NFL Could Impose Harsh Penalty On Incognito As It Grapples With Bullying Issue
Because of the nature of the language used by Dolphins G Richie Incognito in a voice message to OT Jonathan Martin, along with Incognito’s "troubled history in the league," it would not be surprising if NFL Commissioner Roger Goodell "were to come down hard -- if Incognito is guilty of what he’s being accused of," according to Sam Farmer of the L.A. TIMES. If the league "decides that Incognito is guilty, it’s conceivable that Goodell could impose his own open-ended suspension, banning him from the league." The NFL also is "likely to take a firmer, more decisive stance on all types of player hazing and harassment" in light of the Martin-Incognito situation. This episode "looks bad for the league, and it’s bigger than one player giving another a hard time" (LATIMES.com, 11/5). In N.Y., William Rhoden writes Goodell "must deal with Incognito." A lifetime ban "would be too harsh," but a "suspension, possibly for the rest of the season, even if the Dolphins were inclined to bring Incognito back ... seems fair." Goodell also should send "a stern message to the players that the days of hazing young players -- from making rookies pay for dinner to carrying veterans’ bags -- are over." Rhoden: "As if the NFL didn’t have enough headaches on the field and off -- concussions, drug testing, crime -- now the commissioner has to deal with bullying in the locker room" (N.Y. TIMES, 11/6).

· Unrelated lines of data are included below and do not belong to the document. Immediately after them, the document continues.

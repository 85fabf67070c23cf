"""``headprep run``: prepare one subject from a recipe (TOML)."""
from __future__ import annotations

import argparse

from ..errors import UsageError

HELP = "prepare one subject from a recipe (TOML)"


def add_arguments(parser: argparse.ArgumentParser) -> None:
    parser.add_argument("--json", action="store_true", help="print one JSON document on stdout")


def run(args: argparse.Namespace, ctx) -> int:  # noqa: ANN001
    raise UsageError("'run' is not available in this version of the kit yet")
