"""``headprep demo``: prepare the invented demo subject end to end."""
from __future__ import annotations

import argparse
from pathlib import Path

from ..errors import UsageError
from ..recipe import load_recipe
from ._subject import add_output_arguments, run_one

HELP = "prepare the invented demo subject end to end and verify its bundle"


def add_arguments(parser: argparse.ArgumentParser) -> None:
    parser.add_argument("--out", type=Path, default=Path("headprep-demo"),
                        help="folder for the bundle and report (default: ./headprep-demo)")
    add_output_arguments(parser)


def run(args: argparse.Namespace, ctx) -> int:  # noqa: ANN001
    try:
        from prep_demo import recipe_path
    except ImportError as exc:
        raise UsageError("the demo subject is not installed (reinstall headprep)") from exc
    recipe = load_recipe(recipe_path())
    return run_one(recipe, args, ctx, args.out / f"{recipe.subject}-forward")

ANOTHER PROBLEM FOR THE LEAGUE: In Utah, Doug Robinson writes the NFL, which "just settled the concussion lawsuit and is currently reeling from an injury epidemic, has one more problem on its hands." Robinson: "Does anyone smell a lawsuit coming? Or other bullying cases coming to light that serve up more feed for the talk-show set and lead to more lawsuits?" (DESERET NEWS, 11/6). In Chicago, Rick Morrissey writes of the NFL, "I see a league that can’t control what it has wrought. From a growing concussion crisis to the murder charges against Aaron Hernandez to a bullying incident that has blown up into a raging wildfire, it’s a wonder NFL commissioner Roger Goodell isn’t wearing the haunted look of the hunted. ... I see Richie Incognito’s face, and I see another black eye for a league full of them" (CHICAGO SUN-TIMES, 11/6). In N.Y., Steve Serby writes the "last thing the NFL needs is this type of public relations nightmare." Serby: "Stand up to the bullying, NFL" (N.Y. POST, 11/6). In Detroit, Jeff Seidel writes under the header, "NFL Should Set Example, Ban All Forms Of Hazing" (DETROIT FREE PRESS, 11/6). But SNY's Jonas Schwartz said, "We're going to see a big over-reaction here now and the NFL is going to crack down on this. ... Some of the harmless stuff is now going to get cracked down on" ("Daily News Live," SNY, 11/5).
NFL KEEPS PRESSING ON: The GLOBE & MAIL's Jeff Blair writes under the header, "Don't Expect Incognito Affair To Slow Down NFL Juggernaut." The NFL "finds itself where it never likes to be: In the public eye, loosely attached to an issue of pressing social concern." The NFL's normal approach to issues is "to let the weight of the league and its marketing might simply squash the matter." The league has "no shortage of excuse makers in the media." Blair: "Rest assured they will be out spinning, talking about how this ought not to stand and doing their best to paint the matter as an incident reflective of a particular locker-room culture" (GLOBE & MAIL, 11/6). Meanwhile, ESPN's Danny Kanell said the issue has been "vastly overblown by the media because we're dealing with some very polarizing buzzwords when you start to talk about 'bullying,' 'hazing' and get into some racial elements with the language that was used in that voicemail" ("Outside The Lines," ESPN, 11/5).